La seconde exigence, plus spécifiquement littéraire, découle de la première. En effet, pour les auteurs rassemblés au sein du Groupe 47, le premier devoir d'une littérature qui ne veut pas négliger sa portée sociologique consiste à rénover au préalable ses instruments de création, c'est-à-dire le langage. De 1933 à 1945, le langage n'a pas échappé à la corruption générale. Il convient donc de l'expurger de toutes les scories du discours national-socialiste. Aussi, durant les premières sessions, règne-t-il une allergie à la rhétorique et à la redondance. Le puritanisme stylistique est de rigueur. La langue doit être épurée. Il faut, selon l'expression de Weyrauch, bannir la « langue de l'esclavage », tourner le dos à la « calligraphie ». À ses débuts, Heinrich Böll confie ses difficultés à écrire, ne serait-ce qu'une demi-page de prose. Pratiquer la « table rase » (Kahlschlag) pour reconquérir un langage, tel doit être le premier impératif.

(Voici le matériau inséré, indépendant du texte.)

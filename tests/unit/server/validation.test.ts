import { Type } from '@sinclair/typebox';
import { describe, expect, it } from 'vitest';

import type { FieldError } from '#shared/contracts/problem.ts';
import { lineOfText, nullable, oneOf } from '#shared/contracts/common.ts';

import { ProblemError } from '#server/http/problems.ts';
import { compileBodyCheck, compileTextCheck } from '#server/http/validation.ts';

const check = compileBodyCheck(
  Type.Object(
    {
      name: lineOfText({ maxLength: 5, description: 'name of the drink' }),
      kind: Type.Optional(oneOf(['shaken', 'stirred'])),
      massG: Type.Optional(Type.Number({ exclusiveMinimum: 0, maximum: 10, description: 'mass [g]' })),
      sugarGPerL: Type.Optional(Type.Number({ minimum: 1 })),
      email: Type.Optional(Type.String({ format: 'email' })),
      lines: Type.Optional(
        Type.Array(Type.Object({ massG: Type.Number() }, { additionalProperties: false }), {
          minItems: 1,
          maxItems: 2,
        }),
      ),
      choice: Type.Optional(nullable(Type.String())),
    },
    { $id: 'Trial', additionalProperties: false },
  ),
);

function errorsOf(value: unknown, checker: (value: unknown) => void = check): FieldError[] {
  try {
    checker(value);
    return [];
  } catch (error) {
    if (error instanceof ProblemError) return error.extra.errors ?? [];
    throw error;
  }
}

describe('the check of a body', () => {
  it('lets a right one pass', () => {
    expect(errorsOf({ name: 'Sour', kind: 'shaken', lines: [{ massG: 1 }], choice: null })).toEqual([]);
  });

  it.each([
    [{}, '#/name', 'required', 'name is missing.'],
    [{ name: '' }, '#/name', 'minLength', 'name (name of the drink) is empty.'],
    [{ name: 'Sourest' }, '#/name', 'maxLength', 'name (name of the drink) has more than 5 characters.'],
    [{ name: 'S', kind: 'blown' }, '#/kind', 'enum', 'kind is “blown”; allowed are shaken, stirred.'],
    [
      { name: 'S', massG: 0 },
      '#/massG',
      'exclusiveMinimum',
      'massG (mass [g]) is 0; it must be more than 0.',
    ],
    [{ name: 'S', massG: 11 }, '#/massG', 'maximum', 'massG (mass [g]) is 11; it must be at most 10.'],
    [{ name: 'S', sugarGPerL: 0 }, '#/sugarGPerL', 'minimum', 'sugarGPerL is 0; it must be at least 1.'],
    [{ name: 'S', massG: '3' }, '#/massG', 'type', 'massG (mass [g]) is “3”; it must be a number.'],
    [{ name: 'S', email: 'me' }, '#/email', 'format', 'email is “me”, which is not a valid email.'],
    [{ name: 'S', lines: [] }, '#/lines', 'minItems', 'lines needs at least 1.'],
    [
      { name: 'S', lines: [{ massG: 1 }, {}] },
      '#/lines/1/massG',
      'required',
      'lines no. 2 massG is missing.',
    ],
    [{ name: 'S', extra: 1 }, '#/extra', 'additionalProperties', 'extra is not a known field.'],
  ])('says of %j what is wrong and where', (value, pointer, code, detail) => {
    expect(errorsOf(value)).toEqual([{ pointer, code, detail }]);
  });

  it('gives one sentence for each field, and no more than fifty', () => {
    const many = Object.fromEntries(Array.from({ length: 200 }, (_, n) => [`field${n}`, n]));
    const errors = errorsOf({ name: 'S', ...many });
    expect(errors).toHaveLength(50);
    expect(new Set(errors.map(({ pointer }) => pointer)).size).toBe(50);
  });

  it('repeats no more of a value than helps', () => {
    const [error] = errorsOf({ name: 'S', kind: 'x'.repeat(10_000) });
    expect(error?.detail.length).toBeLessThan(140);
  });
});

describe('the check of a query', () => {
  const checkQuery = compileTextCheck(
    Type.Object({ limit: Type.Optional(Type.Integer({ maximum: 9 })) }, { additionalProperties: false }),
  );

  it('reads a number in place', () => {
    const query = { limit: '7' };
    checkQuery(query);
    expect(query).toEqual({ limit: 7 });
  });

  it.each([['seven'], [''], ['7.5'], ['10'], [['1', '2']]])('refuses %j', (limit) => {
    expect(errorsOf({ limit }, checkQuery)).toMatchObject([{ pointer: '#/limit' }]);
  });
});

On en trouve une illustration particulièrement frappante dans le célèbre poème intitulé Inventur (« Inventaire ») de celui qui devait être le premier lauréat du Groupe 47 : Günter Eich. Durant douze ans, la langue allemande avait été un instrument de coercition tel qu'il fallait s'en libérer et revenir à une sorte d'abécédaire originel, avant de songer à proposer des formules plus élaborées. Dans ce poème, Eich se contente de nommer les objets les plus élémentaires composant l'univers quotidien d'un Allemand de retour du front, à l'heure de l'année zéro : « Voici ma casquette/Voici mon manteau/Et aussi mon rasoir/dans ce sac de toile/...C'est la mine du crayon/qui a mes préférences/Le jour, elle consigne les vers/que j'ai créés la nuit. » Ainsi s'explique que, dans une première phase, la primauté soit accordée au reportage, au récit dépouillé, à la nouvelle brève, au lyrisme essentiel, au roman documentaire, à cette « littérature de la guerre, des rapatriés et des ruines » que Böll définira rétrospectivement dans un manifeste lu en 1952.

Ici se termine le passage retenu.